**Required work:**
Output verbatim the lines beginning at the one that contains "if res.index in" and ending at the last line of the material, inclusive of both.

**Records provided:**

def input_files(p: PlannedJob) -> str:
    """Every file the line reads, with its SHA-256, one per line: the study (the bytes the
    pipeline parses), its philosophy file and the adjacent-line and line-behind studies it
    names (relative to the study, as the pipeline resolves them). A file that cannot be
    read is listed as missing: the pipeline then says why."""
    import hashlib
    import tomllib

    from relayset.inputs.study_file import read_bytes

    try:
        data = p.effective if p.effective is not None else read_bytes(p.study_path)
        tables = tomllib.loads(data.decode("utf-8-sig"))
    except (InputError, ValueError):
        return f"study {p.sha256}\n"
    base = p.study_path.parent
    named: list[tuple[str, str]] = []
    info = tables.get("study") if isinstance(tables.get("study"), dict) else {}
    phil = info.get("philosophy", "default")
    if isinstance(phil, str) and phil != "default":
        named.append(("philosophy", phil))
    for key in ("adjacent_lines", "lines_behind"):
        for entry in tables.get(key) if isinstance(tables.get(key), list) else []:
            if isinstance(entry, dict) and isinstance(entry.get("study"), str):
                named.append((key, entry["study"]))
    lines = [f"study {p.sha256}"]
    for role, name in named:
        try:
            digest = hashlib.sha256((base / name).read_bytes()).hexdigest()
        except OSError:
            digest = "missing"
        lines.append(f"{role} {digest} {name}")
    return "\n".join(lines) + "\n"


def up_to_date(out_dir: Path, p: PlannedJob, report: bool) -> dict | None:
    """The existing results of a line when every file it reads (:func:`input_files`) and the
    version match, and its results JSON was written after that record, else None.

    With ``report``, the line's report must be there too.
    """
    record = out_dir / f"{p.stem}{INPUTS_SUFFIX}"
    path = out_dir / f"{p.stem}.json"
    try:
        recorded = record.read_text("utf-8")
        # the results were written after the record of what they were computed from
        if path.stat().st_mtime_ns < record.stat().st_mtime_ns:
            return None
    except (OSError, ValueError):
        return None
    if recorded != input_files(p):
        return None
    try:
        d = json.loads(path.read_text("utf-8"))
    except (OSError, ValueError):
        return None
    from relayset._version import relayset_version  # not the pipeline: the workers load it

    if d.get("source_sha256") != p.sha256 or d.get("relayset_version") != relayset_version():
        return None
    if report and not all((out_dir / f"{p.stem}{s}").is_file() for s in (".pdf", ".html")):
        return None
    return d


def _one_line(error: str) -> str:
    """A line's error as the register and progress show it: one line of visible text."""
    from relayset.errors import MESSAGE_LIMIT, shorten
    from relayset.io import visible_text

    return shorten(visible_text(" ".join(error.split())), MESSAGE_LIMIT + 40)


def _internal(label: str, exc: BaseException, what: str = "internal error") -> str:
    return f"{label}: {what} ({type(exc).__name__}: {exc})"


def finished_elsewhere(out_dir: Path, stems: set[str]) -> list[dict[str, Any]]:
    """Register rows of the finished lines in ``out_dir`` that this batch does not handle
    (an earlier batch's, from another source): the register lists the folder's lines.

    A results file counts when it reads as relayset results whose own line ID and revision
    give its file name; anything else in the folder is left out, not trusted.
    """
    from relayset.fleet.jobs import safe_stem

    rows: list[dict[str, Any]] = []
    for f in sorted(out_dir.glob("*.json")):
        stem = f.name[:-5]
        if stem in stems or f.name.startswith("."):
            continue
        try:
            d = json.loads(f.read_text("utf-8"))
            info = d["study"]
            if safe_stem(str(info["line_id"]), str(info["revision"])) != stem:
                continue
            pdf = out_dir / f"{stem}.pdf"
            new = rows_from_results(d, results_file=f.name,
                                    report_file=pdf.name if pdf.is_file() else None)
            check_rows(new)
        except Exception:  # not relayset results: not a line of the register
            continue
        rows += new
    return rows


def run_batch(source: str | Path, out_dir: str | Path, *, workers: int | None = None,
              cluster: str | None = None, force: bool = False, report: bool = True,
              title: str | None = None, stream: TextIO | None = None) -> BatchSummary:
    """Compute every line of a folder or line register into ``out_dir``.

    Every failure of one line (reading, planning, computing, rendering, writing, its register
    row) is that line's one-line error; the other lines go on. The output folder is locked
    for the run (:mod:`relayset.fleet.lock`): a second batch into it is refused.

    Parameters
    ----------
    source : path
        A folder of study files (searched recursively) or a line register (.csv / .xlsx).
    out_dir : path
        Where the results, reports and the register go.
    workers : int, optional
        Local worker processes (default: one per core; 1 computes in this process).
    cluster : str, optional
        Address of a Dask distributed scheduler (``tcp://host:8786``) to send the work to.
    force : bool
        Recompute lines whose outputs are up to date.
    report : bool
        Render each line's calculation report (when the report renderer is installed).

    Raises
    ------
    InputError
        The source as a whole is unusable, or another batch is writing into ``out_dir``
        (one line); nothing is written then.
    """
    from relayset.fleet import cluster as runners
    from relayset.fleet.lock import lock_folder

    t0 = time.monotonic()
    out = Path(out_dir)
    jobs = find_jobs(source)
    if not jobs:
        raise InputError("no study files found (TOML files with schema = "
                         "\"relayset-study/1\")", source=str(source))
    if out.exists() and not out.is_dir():
        raise InputError("the output folder is a file", field="-o", value=str(out),
                         source="command line")
    client = runners.connect(cluster) if cluster else None  # unreachable: nothing written
    try:
        try:
            out.mkdir(parents=True, exist_ok=True)
        except OSError as exc:
            raise InputError(f"cannot create the output folder ({exc.strerror})", field="-o",
                             value=str(out), source="command line") from None
        lock = lock_folder(out)  # before anything in the folder is touched
    except BaseException:
        if client is not None:
            client.close()
        raise
    try:
        return _run_locked(jobs, source, out, lock.note, client, workers=workers,
                           force=force, report=report, title=title, stream=stream, t0=t0)
    finally:
        lock.release()
        if client is not None:
            client.close()


def _run_locked(jobs: list, source: str | Path, out: Path, note: str | None, client, *,
                workers: int | None, force: bool, report: bool, title: str | None,
                stream: TextIO | None, t0: float) -> BatchSummary:
    """:func:`run_batch` once the output folder is this batch's."""
    from relayset.fleet import cluster as runners
    from relayset.fleet.worker import write_line
    from relayset.io import write_atomic

    _clean_stale(out)
    title = title or f"relayset register: {source}"
    summary = BatchSummary(out, total=len(jobs))
    progress = Progress(len(jobs), stream=stream)
    if note:
        progress.message(note)
    rows_by_job: dict[int, list[dict[str, Any]]] = {}

    def fail(i: int, label: str, error: str, study: str | None = None) -> None:
        error = _one_line(error)
        summary.failures.append((label, error))
        rows_by_job[i] = [failed_row(label, error, study)]
        progress.finished(label, error)

    def accept(i: int, rows: list[dict[str, Any]]) -> None:
        check_rows(rows)  # a row that cannot be written is this line's error, found here
        rows_by_job[i] = rows

    # plan: read each study once, apply register overrides, name outputs, skip what is done
    planned: dict[int, PlannedJob] = {}
    stems: dict[str, str] = {}
    for i, job in enumerate(jobs):
        try:
            p = plan_job(job, out)
        except InputError as exc:
            fail(i, job.label, str(exc), str(job.path))
            continue
        except Exception as exc:  # one line's surprise must not stop the fleet
            fail(i, job.label, _internal(job.label, exc), str(job.path))
            continue
        if p.stem in stems:
            err = (f"{job.label}: study.line_id and study.revision give the same output name "
                   f"{p.stem!r} as {stems[p.stem]}")
            fail(i, job.label, err, str(job.path))
            continue
        stems[p.stem] = job.label
        done = None if force else up_to_date(out, p, report)
        if done is not None:
            try:
                accept(i, rows_from_results(
                    done, results_file=f"{p.stem}.json",
                    report_file=f"{p.stem}.pdf" if (out / f"{p.stem}.pdf").is_file() else None))
            except Exception:  # results that do not give rows: compute the line again
                pass
            else:
                summary.skipped += 1
                progress.skip(1)
                continue
        planned[i] = p
    if summary.skipped:
        progress.message(f"relayset: {summary.skipped} line(s) up to date (the same input files "
                         f"and version), skipped; --force recomputes them")
    others = finished_elsewhere(out, set(stems))
    if others:
        n = len({r.get("results_file") for r in others})
        progress.message(f"relayset: the register also lists {n} finished line(s) already "
                         f"in {out} from other sources")

    last_full = [time.monotonic()]

    def refresh(final: bool = False) -> None:
        rows = [r for k in sorted(rows_by_job) for r in rows_by_job[k]]
        due = final or time.monotonic() - last_full[0] >= REGISTER_REFRESH_S
        summary.register = write_register(out, rows + others, title=title,
                                          formats=("csv", "xlsx", "html") if due else ("csv",))
        if due:
            last_full[0] = time.monotonic()
        summary.rows = rows

    written_inputs: set[int] = set()
    try:
        for i, p in list(planned.items()):  # effective study files the pipeline reads
            if p.effective is not None:
                try:
                    write_atomic(p.study_path, p.effective)
                except Exception as exc:
                    del planned[i]
                    fail(i, p.job.label, str(exc) if isinstance(exc, InputError)
                         else _internal(p.job.label, exc), str(p.job.path))
                    continue
                written_inputs.add(i)
        for p in planned.values():
            # What the line reads, recorded before it is computed: its results JSON, written
            # last, is then newer than the record only when the line finished from these
            # files (a batch killed before that leaves an older JSON: computed again).
            try:
                write_atomic(out / f"{p.stem}{INPUTS_SUFFIX}", input_files(p))
            except OSError:
                (out / f"{p.stem}{INPUTS_SUFFIX}").unlink(missing_ok=True)
        tasks = [(i, str(p.study_path), p.stem, report, str(out)) for i, p in planned.items()]
        if client is not None:
            results = runners.run_dask(tasks, client)
        else:
            n = workers or runners.default_workers()
            n = min(n, max(1, len(tasks)))
            results = runners.run_serial(tasks) if n == 1 else runners.run_pool(tasks, n)
        for res in results:
            p = planned[res.index]
            error = res.error
            if res.ok:
                try:
                    if res.files:  # from a cluster: written here, the JSON last
                        write_line(out, res.files)
                    accept(res.index, list(res.rows))
                except Exception as exc:
                    error = (str(exc) if isinstance(exc, InputError)
                             else _internal(p.job.label, exc, "its outputs cannot be written"))
            if error is None:
                summary.computed += 1
                progress.finished(p.job.label)
            else:
                if res.index in written_inputs:
                    p.study_path.unlink(missing_ok=True)
                (out / f"{p.stem}{INPUTS_SUFFIX}").unlink(missing_ok=True)  # nothing of it
                fail(res.index, p.job.label, error, str(p.job.path))
            refresh()
    finally:
        # interrupted or not: the register lists exactly the lines that finished
        refresh(final=True)
        progress.close()
        summary.seconds = time.monotonic() - t0
    return summary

**Result for this task:**
                if res.index in written_inputs:
                    p.study_path.unlink(missing_ok=True)
                (out / f"{p.stem}{INPUTS_SUFFIX}").unlink(missing_ok=True)  # nothing of it
                fail(res.index, p.job.label, error, str(p.job.path))
            refresh()
    finally:
        # interrupted or not: the register lists exactly the lines that finished
        refresh(final=True)
        progress.close()
        summary.seconds = time.monotonic() - t0
    return summary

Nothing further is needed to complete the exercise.